Aos pais e aos filhos tendemos a amar incondicionalmente, mas com medo. Um amigo dizia que
entendeu o pânico depois de nascer o seu primeiro filho. Temia pelo azedo do leite, pelas correntes de ar, pelo
carreiro das formigas, temia muito que houvesse um órgão interno, discreto, que desfuncionasse e fizesse o
seu filho apagar.
Quem ama pensa em todos os perigos e desconta o tempo com martelo pesado. Os que amam sem esta
fatura não amam ainda. Passeiam nos afetos. É outra coisa.
Ficar para tio parece obrigar-nos a uma inversão destes papéis a dada altura. Quase ouço as minhas
irmãs dizerem: “Não casaste, agora tomas conta da mãe e mais destas coisas.”
Se a luz está paga, a água, refilar porque está tudo caro, há uma porta que fecha mal, estiveram uns
homens esquisitos à porta, a senhora da mercearia não deu o troco certo, o cão ladra mais do que devia, era
preciso irmos à aldeia ver assuntos e as pessoas. Quem não casa deixa de ter irmãos. Só tem patrões. Viramos
uma central de atendimento ao público. Porque nos ligam para saber se está tudo bem, que é o mesmo que
perguntar acerca da nossa competência e responsabilizar-nos mais ainda. Como se o amor tivesse agentes.
Cupidos que, ao invés de flechas, usam telefones. E, depois, espantam-se: ah, eu pensei que isso já tinha
passado, pensei que estava arranjado, naquele dia achei que a doutora já anunciara a cura, eu até fiz uma sopa,
no mês passado, até fomos de carro ao Porto, jantamos em modo fino e tudo.
Quando passamos a ser pais das nossas mães, tornamo-nos exigentes e cansamo-nos por tudo. Ao
contrário de quem é pai de filhas, nós corremos absolutamente contra o tempo, o corpo, os preconceitos, as
cores adequadas para a idade. Somos centrais telefônicas aflitas.

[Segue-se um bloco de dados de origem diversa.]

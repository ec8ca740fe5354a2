"""Assay scenarios simulated from a known truth: what saturation and progress print about them.

Every truth here is a simulation (seed beside it) of a rate law typed in tests/kinetics_truth.py
or integrated there by solve_ivp; no number is taken from the package's own equations.
"""

import json

import numpy as np
import pytest
from click.testing import CliRunner
from kinetics_truth import mechanism_rates

from rateabs.cli import main


def _write(path, header, *cols):
    path.write_text(header + "\n" + "".join(",".join(f"{c:.6g}" for c in row) + "\n"
                                            for row in zip(*cols, strict=True)))
    return str(path)


def _saturation_json(path, *args):
    r = CliRunner().invoke(main, ["saturation", path, "--no-plots", "--format", "json", *args])
    assert r.exit_code == 0, r.output
    return json.loads(r.stdout)


def test_four_points_are_not_ranked_by_an_undefined_aicc(tmp_path):
    """Four rates leave AICc undefined for every candidate (n - k - 1 <= 0; Hurvich & Tsai 1989,
    Biometrika 76:297): the choice must say it was not made on AICc, not 'lowest AICc (inf)'.

    Truth: Michaelis-Menten by solve_ivp, Vmax 10 uM/min, Km 50 uM; 2 % noise, seed 11."""
    s = np.array([10, 40, 160, 640.0])
    v = mechanism_rates(s, np.zeros(4), V=10.0, Km=50.0)
    v = v * (1 + np.random.default_rng(11).normal(0, 0.02, 4))
    doc = _saturation_json(_write(tmp_path / "four.csv", "substrate_uM,rate_uM_per_min", s, v))
    chosen = next(r for r in doc["results"] if r["chosen"])
    assert chosen["model"] == "mm"
    reason = chosen["evidence"]["reason"]
    assert "not defined" in reason and "inf" not in reason
    assert all(r.get("akaike_weight") is None for r in doc["results"])


def test_relative_weighting_is_not_ruled_by_a_blank_near_zero(tmp_path):
    """Relative weighting weighs by the fitted curve (Carroll & Ruppert 1988, Transformation and
    Weighting in Regression): blanks at [S] = 0 whose rates are noise around zero (+-0.02) must
    not outweigh the series (1/|v| gave one of them 50x the weight of the top rate).

    Truth: Michaelis-Menten by solve_ivp, Vmax 1 uM/min, Km 50 uM, 5 % proportional noise,
    seed 3; two blanks at [S] = 0 read 0.012 and -0.004 uM/min."""
    s = np.repeat([5, 10, 20, 40, 80, 160, 320, 640.0], 2)
    v = mechanism_rates(s, np.zeros(s.size), V=1.0, Km=50.0)
    v = v * (1 + np.random.default_rng(3).normal(0, 0.05, s.size))
    s, v = np.r_[0.0, 0.0, s], np.r_[0.012, -0.004, v]
    doc = _saturation_json(_write(tmp_path / "blanks.csv", "substrate_uM,rate_uM_per_min", s, v),
                           "--weighting", "relative")
    chosen = next(r for r in doc["results"] if r["chosen"])
    assert chosen["model"] == "mm" and chosen["n"] == 16
    km, vm = chosen["params"]["Km"], chosen["params"]["Vmax"]
    assert km["ci_low"] < 50 < km["ci_high"] and vm["ci_low"] < 1 < vm["ci_high"]
    assert km["se"] / km["value"] < 0.15
    assert any("left out" in w for w in doc["warnings"])


def test_direct_linear_plot_cross_checks_only_hyperbolas(tmp_path):
    """The direct linear plot (Eisenthal & Cornish-Bowden 1974, Biochem. J. 139:715) estimates a
    hyperbola's Km and Vmax; on a sigmoid set its medians were printed as a cross-check of the
    Hill fit (Vmax -0.47, Km -41). Truth: Hill (1910) as typed in kinetics_truth, Vmax 10
    uM/min, S50 50 uM, n 2.5; noise SD 0.2 uM/min, seed 12345."""
    from kinetics_truth import v_hill

    s = np.repeat([5, 10, 20, 30, 40, 50, 60, 80, 120, 200, 400.0], 2)
    v = v_hill(s, 10.0, 50.0, 2.5) + np.random.default_rng(12345).normal(0, 0.2, s.size)
    doc = _saturation_json(_write(tmp_path / "hill.csv", "substrate_uM,rate_uM_per_min", s, v))
    chosen = next(r for r in doc["results"] if r["chosen"])
    assert chosen["model"] == "hill"
    assert chosen["params"]["n"]["ci_low"] < 2.5 < chosen["params"]["n"]["ci_high"]
    assert "cross_check" not in chosen


def test_several_samples_in_one_table_are_not_pooled_silently(tmp_path):
    """A rates table (as `rateabs rates` writes it) naming two samples: fitting them as one
    series gives one Km for two enzymes, so the command must say so and name --each.

    Truth: Michaelis-Menten by solve_ivp; enzyme 'pure' Vmax 10 uM/min, Km 50 uM; 'lysate'
    Vmax 2 uM/min, Km 400 uM; 2 % noise, seed 8."""
    s = np.array([10, 25, 50, 100, 200, 400, 800, 1600.0])
    rng = np.random.default_rng(8)
    v1 = mechanism_rates(s, np.zeros(8), V=10.0, Km=50.0) * (1 + rng.normal(0, 0.02, 8))
    v2 = mechanism_rates(s, np.zeros(8), V=2.0, Km=400.0) * (1 + rng.normal(0, 0.02, 8))
    f = tmp_path / "rates.csv"
    f.write_text("trace,role,sample,substrate_uM,rate_uM_per_min\n" + "".join(
        f"W{k},sample,{name},{a:g},{b:.5g}\n" for k, (name, a, b) in enumerate(
            [("pure", a, b) for a, b in zip(s, v1, strict=True)]
            + [("lysate", a, b) for a, b in zip(s, v2, strict=True)])))
    doc = _saturation_json(str(f))
    assert any("2 samples" in w and "--each sample" in w for w in doc["warnings"])
    each = _saturation_json(str(f), "--each", "sample")
    assert not any("samples" in w for w in each["warnings"])
    km = {r["group"]: r["params"]["Km"] for r in each["results"]}
    assert km["pure"]["ci_low"] < 50 < km["pure"]["ci_high"]
    assert km["lysate"]["ci_low"] < 400 < km["lysate"]["ci_high"]


def _progress_file(path, s0s, enzymes, km, kcat_per_s, kd=0.0, seed=0, noise=0.002):
    """Product-absorbing progress curves (p-nitrophenolate, 18000 M^-1 cm^-1 at 405 nm, common
    practice) by solve_ivp on dS/dt = -kcat [E] exp(-kd t) S / (Km + S); enzyme in nM, S in uM;
    absorbance noise SD ``noise``."""
    from scipy.integrate import solve_ivp

    rng = np.random.default_rng(seed)
    t = np.arange(0, 1801, 20.0)
    lines = ["curve,S0 (uM),enzyme (nM),time (s),A405"]
    for k, (s0, e) in enumerate([(s0, e) for s0 in s0s for e in enzymes]):
        v = kcat_per_s * e * 1e-3                                  # uM/s
        sol = solve_ivp(lambda tt, y, v=v: [-v * np.exp(-kd * tt) * y[0] / (km + y[0])],
                        (0, t[-1]), [s0], t_eval=t, rtol=1e-10, atol=1e-12)
        a = 0.05 + 18000 * (s0 - sol.y[0]) * 1e-6 + rng.normal(0, noise, t.size)
        lines += [f"c{k},{s0:g},{e:g},{tt:g},{aa:.5f}" for tt, aa in zip(t, a, strict=True)]
    path.write_text("\n".join(lines) + "\n")
    return str(path)


def _progress_json(path, *args):
    r = CliRunner().invoke(main, ["progress", path, "--s0-column", "S0 (uM)", "--chromophore",
                                  "pnp", "--no-plots", "--format", "json", *args])
    assert r.exit_code == 0, r.output
    return json.loads(r.stdout)


def test_vmax_per_enzyme_carries_the_enzyme_columns_unit(tmp_path):
    """With --selwyn 'enzyme (nM)' Vmax is a rate per nM of enzyme, which is what the label must
    say: 'per enzyme unit' reads as per U (1 U = 1 umol/min; IUB 1961/1964).

    Truth: Km 60 uM, kcat 50 /s, so Vmax 3 uM/min per nM; enzyme 0.5 and 1 nM, seed 21."""
    f = _progress_file(tmp_path / "pnp.csv", (20, 50, 100, 200), (0.5, 1.0), 60.0, 50.0, seed=21)
    doc = _progress_json(f, "--selwyn", "enzyme (nM)")
    vm = doc["results"][0]["params"]["Vmax"]
    assert vm["unit"] == "uM/min per nM"
    assert vm["ci_low"] < 3.0 < vm["ci_high"]
    assert doc["results"][1]["enzyme_stable"] is True


def test_evidence_never_reads_p_equals_less_than(tmp_path):
    """A p value below double precision reads 'p < 1e-16', not 'p = < 1e-16' (the evidence of
    a substrate-inhibition set). Truth: Haldane (1930) as typed in kinetics_truth, Vmax 10
    uM/min, Km 50 uM, Ksi 400 uM; noise SD 0.15 uM/min, seed 4."""
    from kinetics_truth import v_substrate_inhibition

    s = np.repeat([5, 10, 20, 40, 80, 160, 320, 640, 1280, 2560.0], 2)
    v = v_substrate_inhibition(s, 10.0, 50.0, 400.0) + np.random.default_rng(4).normal(0, 0.15,
                                                                                     s.size)
    r = CliRunner().invoke(main, ["saturation", _write(tmp_path / "si.csv",
                                  "substrate_uM,rate_uM_per_min", s, v), "--no-plots"])
    assert r.exit_code == 0, r.output
    assert "substrate-inhibition" in r.output and "p < 1e-16" in r.output
    assert "= <" not in r.output


def test_progress_far_below_km_reports_vmax_over_km_not_a_runaway_km(tmp_path):
    """S0 of 20-60 uM against Km 600 uM: the curves are first order in S within the noise, so
    only Vmax/Km is determined. The fit in Km and Vmax ran off along the ridge (Km 7.4e5 uM,
    Vmax 3467 uM/min printed as numbers) and Vmax/Km was never shown.

    Truth: solve_ivp (_progress_file), Km 600 uM, kcat 50 /s at 1 nM, so Vmax 3 uM/min and
    Vmax/Km 0.005 /min; noise SD 0.01 AU, seed 4."""
    f = _progress_file(tmp_path / "low.csv", (20, 40, 60), (1.0,), 600.0, 50.0, seed=4,
                       noise=0.01)
    doc = _progress_json(f)
    p = doc["results"][0]["params"]
    for name in ("Km", "Vmax"):
        assert p[name]["value"] is None and p[name]["ci_method"] == "not identifiable"
    assert p["Km"]["ci_low"] < 600 and p["Km"]["ci_high"] is None      # a lower bound only
    vk = p["Vmax/Km"]
    assert vk["unit"] == "1/min" and vk["ci_low"] < 0.005 < vk["ci_high"]
    assert vk["se"] < 0.15 * vk["value"]
    assert any("only Vmax/Km is determined" in w for w in doc["warnings"])
    r = CliRunner().invoke(main, ["progress", f, "--s0-column", "S0 (uM)", "--chromophore", "pnp",
                                  "--no-plots"])
    assert "e+05" not in r.output and "Vmax/Km" in r.output and "not identifiable" in r.output


def test_progress_kcat_over_km_with_enzyme_amounts(tmp_path):
    """With enzyme amounts in nM (--selwyn 'enzyme (nM)') the specificity constant is also
    kcat/Km in M^-1 s^-1. Truth: solve_ivp (_progress_file), Km 60 uM, kcat 50 /s: kcat/Km
    8.333e5 M^-1 s^-1, Vmax/Km 0.05 /min per nM; enzyme 0.5 and 1 nM, seed 21."""
    f = _progress_file(tmp_path / "pnp.csv", (20, 50, 100, 200), (0.5, 1.0), 60.0, 50.0, seed=21)
    p = _progress_json(f, "--selwyn", "enzyme (nM)")["results"][0]["params"]
    assert p["kcat/Km"]["unit"] == "M^-1 s^-1"
    assert p["kcat/Km"]["ci_low"] < 50 / 60e-6 < p["kcat/Km"]["ci_high"]
    assert p["kcat"]["ci_low"] < 50 < p["kcat"]["ci_high"] and p["kcat"]["unit"] == "1/s"
    assert p["Vmax/Km"]["unit"] == "1/min per nM"
    assert p["Vmax/Km"]["value"] == pytest.approx(p["Vmax"]["value"] / p["Km"]["value"],
                                                  rel=1e-6)
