def test_wells_whose_dilution_cell_is_empty_are_named(tmp_path):
    # four empty dilution cells take --dilution (here 2): the header names them, the JSON
    # lists every source's wells; U/mL by hand: 8.039 uM/min x 10 x dilution / 1000
    from click.testing import CliRunner

    from rateabs.cli import main

    mp = _map(tmp_path, "dilution", ["8"] * 5 + [""] * 4)
    r = CliRunner().invoke(main, ["rates", str(_plate(tmp_path)), "--layout", str(mp),
                                  "--chromophore", "NADH", "--pathlength", "1 cm",
                                  "--total-volume", "200 uL", "--sample-volume", "20 uL",
                                  "--dilution", "2", "--no-plots"])
    head = [x for x in r.stdout.splitlines() if x.startswith("# activity:")][0]
    assert "plate map 5 wells" in head and "(A6, A7, A8, A9)" in head, head
    doc = _run(_plate(tmp_path), mp, dilution=2)
    wells = doc["settings"]["dilution"]["wells"]
    assert sorted(sum(wells.values(), [])) == sorted(f"A{i}" for i in range(1, 10))
    assert [w for k, v in wells.items() if k != "plate map" for w in v] == ["A6", "A7", "A8",
                                                                            "A9"]


def test_wells_left_undiluted_by_default_are_named_even_where_they_are_most(tmp_path):
    # five empty dilution cells and no --dilution: the five are taken as undiluted (the map's
    # rule), the commonest source here, and still named in the header and listed in the JSON
    from click.testing import CliRunner

    from rateabs.cli import main

    mp = _map(tmp_path, "dilution", ["8"] * 4 + [""] * 5)
    r = CliRunner().invoke(main, ["rates", str(_plate(tmp_path)), "--layout", str(mp),
                                  "--chromophore", "NADH", "--pathlength", "1 cm",
                                  "--total-volume", "200 uL", "--sample-volume", "20 uL",
                                  "--no-plots"])
    head = [x for x in r.stdout.splitlines() if x.startswith("# activity:")][0]
    assert "default (undiluted) 5 wells (A5, A6, A7, A8, A9)" in head, head
    assert "plate map 4 wells (A1, A2, A3, A4)" in head, head
    doc = _run(_plate(tmp_path), mp)
    assert doc["settings"]["dilution"]["wells"]["default (undiluted)"] == [
        "A5", "A6", "A7", "A8", "A9"]


def test_readings_in_milli_absorbance_are_said_in_the_header_and_settings(tmp_path):
    # the same plate written in mAU (1 mAU = 0.001 A, common practice) under names 'A1 (mAU)':
    # the rates are the same, and the rescaling is a header line, not only a warning
    import json

    from click.testing import CliRunner

    from rateabs.cli import main

    src = _plate(tmp_path).read_text().splitlines()
    head = ",".join([src[0].split(",")[0]] + [f"{w} (mAU)" for w in src[0].split(",")[1:]])
    rows = [",".join([r.split(",")[0]] + [f"{1000 * float(x):.2f}" for x in r.split(",")[1:]])
            for r in src[1:]]
    data = tmp_path / "mau.csv"
    data.write_text("\n".join([head, *rows]) + "\n")
    args = ["rates", str(data), "--layout", str(_map(tmp_path, "note", ["-"] * 9)),
            "--chromophore", "NADH", "--pathlength", "1 cm", "--no-plots"]
    r = CliRunner().invoke(main, args)
    line = [x for x in r.stdout.splitlines() if x.startswith("# signal:")][0]
    assert "(mAU)" in line and "divided by 1000" in line
    doc = json.loads(CliRunner().invoke(main, [*args, "--format", "json"]).stdout)
    assert "divided by 1000" in doc["settings"]["signal_in_words"]
    assert doc["settings"]["signal_unit_as_read"] == "mAU"
    assert doc["settings"]["signal_factor_applied"] == 0.001       # 1 mAU = 0.001 A
    rate = [x["rate_uM_per_min"] for x in doc["results"] if x["trace"] == "A1"][0]
    assert rate == pytest.approx(RATE_UM_PER_MIN, rel=0.03)   # by hand: 0.050 A/min / 6220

Queremos sempre que chegue a Primavera, o Verão, que haja sol e aquecem os dias, para descermos à
marginal a ver as pessoas que também se arrastam por cães pequenos. Só gostamos de quem tem cães
pequenos. Odiamos bicharocos grotescos tratados como seres delicados. O nosso Crisóstomo, que é lingrinhas,
corre sempre perigo com cães musculados que as pessoas insistem em garantir que não fazem mal a uma
mosca. Deitam-nos as patas ao peito e atiram-nos ao chão, as filhas que são mães podem cair e partir os ossos
da bacia. Porque temos bacias dentro do corpo. Somos todos estranhos. Passeamos estranhos com os cães na
marginal e o que nos aproveita mesmo é o sol.
A minha mãe adora sol. Melhora de tudo. Com os seus lenços como coisas líquidas e cristalinas ao
pescoço, ela fica lindíssima! E isso compensa. Recompensa. Comemos ao sol. Somos, sem grande segredo, seres
que comem ao sol. Por isso, entre as angústias, sorrimos.